WHAT NEEDS TO BE DONE: Among the records that follow, find the line with "filename cmd/pulsefleet/history_dedup_test.go" and the line with "same onset, stay.". Set down those lines and all lines between them exactly, without adding anything.
Start of SOURCE DATA
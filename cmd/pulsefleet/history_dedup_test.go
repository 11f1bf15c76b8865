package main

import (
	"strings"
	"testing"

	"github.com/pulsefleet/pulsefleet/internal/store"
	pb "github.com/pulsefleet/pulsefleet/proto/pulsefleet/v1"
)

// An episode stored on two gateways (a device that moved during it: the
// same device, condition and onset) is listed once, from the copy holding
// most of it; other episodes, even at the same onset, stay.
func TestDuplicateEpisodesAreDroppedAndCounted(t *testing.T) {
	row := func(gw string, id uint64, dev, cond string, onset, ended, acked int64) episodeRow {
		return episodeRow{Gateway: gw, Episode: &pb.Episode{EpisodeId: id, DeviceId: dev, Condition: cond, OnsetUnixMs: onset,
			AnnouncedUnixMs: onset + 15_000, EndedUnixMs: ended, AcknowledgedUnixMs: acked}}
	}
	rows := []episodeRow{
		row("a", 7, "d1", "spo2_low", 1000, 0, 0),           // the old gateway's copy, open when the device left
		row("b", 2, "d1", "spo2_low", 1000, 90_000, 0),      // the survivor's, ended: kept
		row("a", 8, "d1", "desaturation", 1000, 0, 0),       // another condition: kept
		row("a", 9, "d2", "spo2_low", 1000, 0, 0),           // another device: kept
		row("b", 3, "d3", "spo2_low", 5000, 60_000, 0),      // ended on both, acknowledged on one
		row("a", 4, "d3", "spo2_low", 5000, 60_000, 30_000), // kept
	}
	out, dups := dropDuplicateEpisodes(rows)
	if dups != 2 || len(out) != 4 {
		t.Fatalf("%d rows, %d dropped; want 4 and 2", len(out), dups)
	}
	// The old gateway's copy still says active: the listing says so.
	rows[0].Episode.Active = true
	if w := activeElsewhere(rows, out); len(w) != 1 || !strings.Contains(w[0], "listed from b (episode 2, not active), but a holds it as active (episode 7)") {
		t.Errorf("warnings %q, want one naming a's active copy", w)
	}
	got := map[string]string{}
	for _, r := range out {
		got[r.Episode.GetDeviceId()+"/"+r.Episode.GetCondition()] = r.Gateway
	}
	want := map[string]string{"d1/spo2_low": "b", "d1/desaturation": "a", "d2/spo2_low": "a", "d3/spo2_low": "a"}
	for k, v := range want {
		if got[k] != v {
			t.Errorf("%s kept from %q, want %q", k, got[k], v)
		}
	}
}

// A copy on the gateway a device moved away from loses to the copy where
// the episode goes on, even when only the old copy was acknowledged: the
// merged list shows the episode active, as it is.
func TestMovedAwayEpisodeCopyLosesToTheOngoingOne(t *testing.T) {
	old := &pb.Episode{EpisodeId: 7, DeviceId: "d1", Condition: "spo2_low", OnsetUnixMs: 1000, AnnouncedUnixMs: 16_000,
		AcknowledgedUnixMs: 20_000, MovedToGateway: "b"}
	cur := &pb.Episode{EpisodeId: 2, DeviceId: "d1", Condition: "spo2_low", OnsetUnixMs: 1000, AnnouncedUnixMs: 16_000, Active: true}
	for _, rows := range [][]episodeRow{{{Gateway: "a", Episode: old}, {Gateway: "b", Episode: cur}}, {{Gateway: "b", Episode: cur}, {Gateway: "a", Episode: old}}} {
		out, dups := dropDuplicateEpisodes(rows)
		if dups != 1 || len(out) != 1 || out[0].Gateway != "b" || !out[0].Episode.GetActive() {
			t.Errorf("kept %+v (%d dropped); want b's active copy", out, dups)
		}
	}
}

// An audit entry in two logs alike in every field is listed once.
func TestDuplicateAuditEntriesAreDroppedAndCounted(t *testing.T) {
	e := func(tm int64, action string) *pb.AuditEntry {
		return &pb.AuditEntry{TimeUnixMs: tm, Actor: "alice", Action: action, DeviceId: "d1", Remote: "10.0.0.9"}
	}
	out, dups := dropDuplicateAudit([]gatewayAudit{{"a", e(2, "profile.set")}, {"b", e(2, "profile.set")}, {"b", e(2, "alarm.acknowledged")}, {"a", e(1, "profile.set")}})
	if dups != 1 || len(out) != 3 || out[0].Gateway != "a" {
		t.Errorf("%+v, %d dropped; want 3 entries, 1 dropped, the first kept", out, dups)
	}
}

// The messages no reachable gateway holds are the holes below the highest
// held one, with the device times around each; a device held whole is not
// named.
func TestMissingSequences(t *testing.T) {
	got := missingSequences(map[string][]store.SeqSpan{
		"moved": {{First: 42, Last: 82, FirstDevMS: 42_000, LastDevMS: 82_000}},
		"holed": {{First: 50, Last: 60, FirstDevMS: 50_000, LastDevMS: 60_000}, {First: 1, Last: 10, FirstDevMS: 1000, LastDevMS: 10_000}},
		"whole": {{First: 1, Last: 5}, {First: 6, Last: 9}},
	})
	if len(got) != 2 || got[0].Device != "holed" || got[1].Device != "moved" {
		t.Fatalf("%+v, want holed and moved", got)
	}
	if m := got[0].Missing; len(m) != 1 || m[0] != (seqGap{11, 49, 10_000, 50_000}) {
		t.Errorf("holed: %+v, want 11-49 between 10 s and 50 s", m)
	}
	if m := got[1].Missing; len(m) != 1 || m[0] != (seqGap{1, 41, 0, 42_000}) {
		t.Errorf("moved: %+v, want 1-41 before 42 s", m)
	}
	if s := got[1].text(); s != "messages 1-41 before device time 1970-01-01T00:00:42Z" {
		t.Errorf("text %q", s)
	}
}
End of SOURCE DATA
Start of SOURCE DATA
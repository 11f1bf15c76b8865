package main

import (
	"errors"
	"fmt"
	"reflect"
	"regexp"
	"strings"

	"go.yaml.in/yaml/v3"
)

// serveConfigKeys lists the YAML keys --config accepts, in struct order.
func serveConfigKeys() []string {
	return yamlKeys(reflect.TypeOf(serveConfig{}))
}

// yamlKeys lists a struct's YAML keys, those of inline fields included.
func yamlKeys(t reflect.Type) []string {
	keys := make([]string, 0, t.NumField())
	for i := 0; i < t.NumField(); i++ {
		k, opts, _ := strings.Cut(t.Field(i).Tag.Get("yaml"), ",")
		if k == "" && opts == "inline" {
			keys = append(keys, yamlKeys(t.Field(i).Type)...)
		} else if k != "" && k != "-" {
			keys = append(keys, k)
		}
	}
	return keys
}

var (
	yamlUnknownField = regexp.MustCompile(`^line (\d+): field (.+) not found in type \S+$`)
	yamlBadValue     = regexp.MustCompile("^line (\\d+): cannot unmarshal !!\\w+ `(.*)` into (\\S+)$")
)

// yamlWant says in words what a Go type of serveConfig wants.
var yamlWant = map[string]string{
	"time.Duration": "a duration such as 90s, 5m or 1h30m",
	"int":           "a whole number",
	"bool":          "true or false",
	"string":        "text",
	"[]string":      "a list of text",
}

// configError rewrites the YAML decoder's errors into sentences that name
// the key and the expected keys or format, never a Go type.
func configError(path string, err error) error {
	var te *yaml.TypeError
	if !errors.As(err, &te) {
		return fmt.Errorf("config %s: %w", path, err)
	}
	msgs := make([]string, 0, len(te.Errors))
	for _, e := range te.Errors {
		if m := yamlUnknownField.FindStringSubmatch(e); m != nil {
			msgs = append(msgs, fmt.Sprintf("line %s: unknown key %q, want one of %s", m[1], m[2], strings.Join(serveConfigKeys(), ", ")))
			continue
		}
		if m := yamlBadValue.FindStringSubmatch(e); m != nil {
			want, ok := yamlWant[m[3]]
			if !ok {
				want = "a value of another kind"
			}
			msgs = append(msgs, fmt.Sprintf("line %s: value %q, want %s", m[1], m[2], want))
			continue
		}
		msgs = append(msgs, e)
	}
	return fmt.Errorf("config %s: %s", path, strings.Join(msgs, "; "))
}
End of SOURCE DATA
Start of SOURCE DATA
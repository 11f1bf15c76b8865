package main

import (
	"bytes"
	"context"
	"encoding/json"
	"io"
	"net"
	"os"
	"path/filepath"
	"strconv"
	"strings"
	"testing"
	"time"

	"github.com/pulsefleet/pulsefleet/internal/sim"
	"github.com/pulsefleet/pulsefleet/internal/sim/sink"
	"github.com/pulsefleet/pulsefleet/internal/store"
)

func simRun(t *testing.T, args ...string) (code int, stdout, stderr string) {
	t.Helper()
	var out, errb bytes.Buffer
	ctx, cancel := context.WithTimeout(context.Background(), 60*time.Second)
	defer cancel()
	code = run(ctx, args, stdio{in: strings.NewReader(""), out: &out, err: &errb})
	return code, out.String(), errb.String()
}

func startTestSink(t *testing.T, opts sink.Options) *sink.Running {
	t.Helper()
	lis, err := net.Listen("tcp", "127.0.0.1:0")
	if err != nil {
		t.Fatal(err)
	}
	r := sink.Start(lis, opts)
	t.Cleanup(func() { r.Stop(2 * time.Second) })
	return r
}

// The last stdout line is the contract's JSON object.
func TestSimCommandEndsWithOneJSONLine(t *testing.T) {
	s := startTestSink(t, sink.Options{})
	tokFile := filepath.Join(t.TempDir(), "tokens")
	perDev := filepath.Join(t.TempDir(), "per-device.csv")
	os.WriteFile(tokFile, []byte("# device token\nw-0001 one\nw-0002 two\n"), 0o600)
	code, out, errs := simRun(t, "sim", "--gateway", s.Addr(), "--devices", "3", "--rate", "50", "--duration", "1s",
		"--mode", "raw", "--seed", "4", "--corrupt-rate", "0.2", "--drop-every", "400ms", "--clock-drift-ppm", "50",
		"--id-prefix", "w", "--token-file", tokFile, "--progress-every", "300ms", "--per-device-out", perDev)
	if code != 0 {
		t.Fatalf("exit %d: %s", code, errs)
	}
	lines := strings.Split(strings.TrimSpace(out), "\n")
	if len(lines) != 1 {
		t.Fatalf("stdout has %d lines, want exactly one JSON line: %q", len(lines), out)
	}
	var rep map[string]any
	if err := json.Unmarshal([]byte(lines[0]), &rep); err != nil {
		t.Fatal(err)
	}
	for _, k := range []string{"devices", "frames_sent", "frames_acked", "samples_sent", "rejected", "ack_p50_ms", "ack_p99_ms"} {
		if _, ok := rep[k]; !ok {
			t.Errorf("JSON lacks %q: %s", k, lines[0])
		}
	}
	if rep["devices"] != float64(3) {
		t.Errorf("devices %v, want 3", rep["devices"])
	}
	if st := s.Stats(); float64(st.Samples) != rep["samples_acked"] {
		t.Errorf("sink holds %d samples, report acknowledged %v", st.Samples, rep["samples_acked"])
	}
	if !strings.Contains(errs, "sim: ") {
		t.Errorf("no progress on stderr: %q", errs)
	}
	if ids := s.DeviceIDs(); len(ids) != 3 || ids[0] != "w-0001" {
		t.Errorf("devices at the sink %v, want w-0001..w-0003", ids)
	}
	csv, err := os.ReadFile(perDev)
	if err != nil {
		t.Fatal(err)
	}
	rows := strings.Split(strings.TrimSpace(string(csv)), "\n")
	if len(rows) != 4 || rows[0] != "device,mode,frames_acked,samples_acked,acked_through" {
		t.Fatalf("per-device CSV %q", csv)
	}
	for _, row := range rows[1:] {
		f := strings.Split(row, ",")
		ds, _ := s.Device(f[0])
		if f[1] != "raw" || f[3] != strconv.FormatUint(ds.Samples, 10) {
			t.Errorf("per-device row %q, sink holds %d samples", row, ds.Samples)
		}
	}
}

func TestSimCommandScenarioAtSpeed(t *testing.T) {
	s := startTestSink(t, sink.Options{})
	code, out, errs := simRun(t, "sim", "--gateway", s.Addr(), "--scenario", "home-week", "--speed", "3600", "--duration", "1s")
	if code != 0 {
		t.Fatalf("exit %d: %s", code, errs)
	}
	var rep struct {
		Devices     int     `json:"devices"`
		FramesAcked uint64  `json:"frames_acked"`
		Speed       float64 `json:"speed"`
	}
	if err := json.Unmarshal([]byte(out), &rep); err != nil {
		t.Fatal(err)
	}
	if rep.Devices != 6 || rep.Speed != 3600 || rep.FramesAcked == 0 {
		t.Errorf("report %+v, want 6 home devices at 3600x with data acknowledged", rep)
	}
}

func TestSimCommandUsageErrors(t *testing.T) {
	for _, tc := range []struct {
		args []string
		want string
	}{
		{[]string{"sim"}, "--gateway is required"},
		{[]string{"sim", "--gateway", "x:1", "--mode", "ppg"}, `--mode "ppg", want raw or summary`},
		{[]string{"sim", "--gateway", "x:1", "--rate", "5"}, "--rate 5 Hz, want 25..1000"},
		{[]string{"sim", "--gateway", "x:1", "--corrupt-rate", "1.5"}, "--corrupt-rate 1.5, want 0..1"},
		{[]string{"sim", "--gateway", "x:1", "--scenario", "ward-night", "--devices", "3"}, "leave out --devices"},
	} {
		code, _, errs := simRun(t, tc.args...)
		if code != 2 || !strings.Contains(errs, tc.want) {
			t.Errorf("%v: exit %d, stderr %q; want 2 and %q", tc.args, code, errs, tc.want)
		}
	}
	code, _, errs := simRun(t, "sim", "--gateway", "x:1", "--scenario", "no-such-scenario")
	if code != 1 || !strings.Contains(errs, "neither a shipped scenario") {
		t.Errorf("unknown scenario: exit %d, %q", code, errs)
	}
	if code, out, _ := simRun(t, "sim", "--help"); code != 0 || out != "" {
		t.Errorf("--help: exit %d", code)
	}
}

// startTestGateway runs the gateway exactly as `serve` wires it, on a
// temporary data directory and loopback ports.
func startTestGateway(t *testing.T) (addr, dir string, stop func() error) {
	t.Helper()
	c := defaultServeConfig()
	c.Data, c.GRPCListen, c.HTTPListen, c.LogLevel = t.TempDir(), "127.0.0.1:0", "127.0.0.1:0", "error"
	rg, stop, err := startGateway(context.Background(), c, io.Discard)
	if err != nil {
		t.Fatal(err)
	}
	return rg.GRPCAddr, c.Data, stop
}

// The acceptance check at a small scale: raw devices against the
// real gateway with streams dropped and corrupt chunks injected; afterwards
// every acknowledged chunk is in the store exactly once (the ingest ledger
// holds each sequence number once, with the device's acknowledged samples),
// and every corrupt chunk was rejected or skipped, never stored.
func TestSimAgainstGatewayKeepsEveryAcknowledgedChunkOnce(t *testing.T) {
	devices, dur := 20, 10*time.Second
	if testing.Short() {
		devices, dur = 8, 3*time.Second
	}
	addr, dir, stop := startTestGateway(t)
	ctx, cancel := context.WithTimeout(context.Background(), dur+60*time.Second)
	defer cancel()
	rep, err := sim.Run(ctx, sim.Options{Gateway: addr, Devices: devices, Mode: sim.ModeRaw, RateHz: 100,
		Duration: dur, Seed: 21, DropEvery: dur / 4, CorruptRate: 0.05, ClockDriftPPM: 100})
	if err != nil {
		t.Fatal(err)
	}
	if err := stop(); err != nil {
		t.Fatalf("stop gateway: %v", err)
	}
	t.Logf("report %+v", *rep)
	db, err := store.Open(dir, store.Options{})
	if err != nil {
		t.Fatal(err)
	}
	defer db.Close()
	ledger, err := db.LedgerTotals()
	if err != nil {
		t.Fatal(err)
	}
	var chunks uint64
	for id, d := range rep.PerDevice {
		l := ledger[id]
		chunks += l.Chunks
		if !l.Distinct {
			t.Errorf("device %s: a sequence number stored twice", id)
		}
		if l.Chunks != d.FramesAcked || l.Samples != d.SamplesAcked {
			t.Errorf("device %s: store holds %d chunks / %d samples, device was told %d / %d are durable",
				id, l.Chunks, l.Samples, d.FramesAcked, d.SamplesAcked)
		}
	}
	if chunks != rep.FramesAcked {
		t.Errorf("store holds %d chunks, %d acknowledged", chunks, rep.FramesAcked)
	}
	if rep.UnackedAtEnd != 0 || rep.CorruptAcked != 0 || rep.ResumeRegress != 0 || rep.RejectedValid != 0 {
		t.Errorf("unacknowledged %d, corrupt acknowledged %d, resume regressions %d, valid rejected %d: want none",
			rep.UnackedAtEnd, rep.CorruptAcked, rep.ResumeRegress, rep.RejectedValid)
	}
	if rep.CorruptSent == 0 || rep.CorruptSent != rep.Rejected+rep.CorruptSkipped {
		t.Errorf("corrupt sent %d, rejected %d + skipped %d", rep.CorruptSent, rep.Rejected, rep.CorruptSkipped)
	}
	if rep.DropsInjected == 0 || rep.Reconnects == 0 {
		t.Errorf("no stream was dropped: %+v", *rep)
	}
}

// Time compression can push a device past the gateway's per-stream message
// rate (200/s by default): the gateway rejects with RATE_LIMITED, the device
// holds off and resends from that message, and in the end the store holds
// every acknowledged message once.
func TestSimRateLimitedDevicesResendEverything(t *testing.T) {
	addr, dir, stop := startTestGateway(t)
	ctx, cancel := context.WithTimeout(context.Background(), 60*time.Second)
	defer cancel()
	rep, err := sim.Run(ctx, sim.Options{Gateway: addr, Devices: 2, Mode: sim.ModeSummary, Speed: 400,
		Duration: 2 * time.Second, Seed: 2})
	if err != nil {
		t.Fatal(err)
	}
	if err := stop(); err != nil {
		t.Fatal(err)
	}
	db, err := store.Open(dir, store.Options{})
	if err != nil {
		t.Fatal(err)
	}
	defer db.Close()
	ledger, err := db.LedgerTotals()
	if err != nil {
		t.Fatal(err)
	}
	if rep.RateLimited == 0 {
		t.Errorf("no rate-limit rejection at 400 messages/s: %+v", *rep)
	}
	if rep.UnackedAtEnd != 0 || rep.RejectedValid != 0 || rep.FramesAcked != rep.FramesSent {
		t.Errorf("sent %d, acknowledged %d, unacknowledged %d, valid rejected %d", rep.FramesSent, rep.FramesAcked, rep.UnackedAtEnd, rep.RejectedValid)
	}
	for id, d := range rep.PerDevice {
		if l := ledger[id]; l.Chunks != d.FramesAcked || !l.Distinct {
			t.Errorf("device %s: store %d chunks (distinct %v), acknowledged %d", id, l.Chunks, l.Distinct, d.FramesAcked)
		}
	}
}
End of SOURCE DATA
EXERCISE RESULT:
filename cmd/pulsefleet/history_dedup_test.go
repository 11f1bf15c76b8865
package main

import (
	"strings"
	"testing"

	"github.com/pulsefleet/pulsefleet/internal/store"
	pb "github.com/pulsefleet/pulsefleet/proto/pulsefleet/v1"
)

// An episode stored on two gateways (a device that moved during it: the
// same device, condition and onset) is listed once, from the copy holding
// most of it; other episodes, even at the same onset, stay.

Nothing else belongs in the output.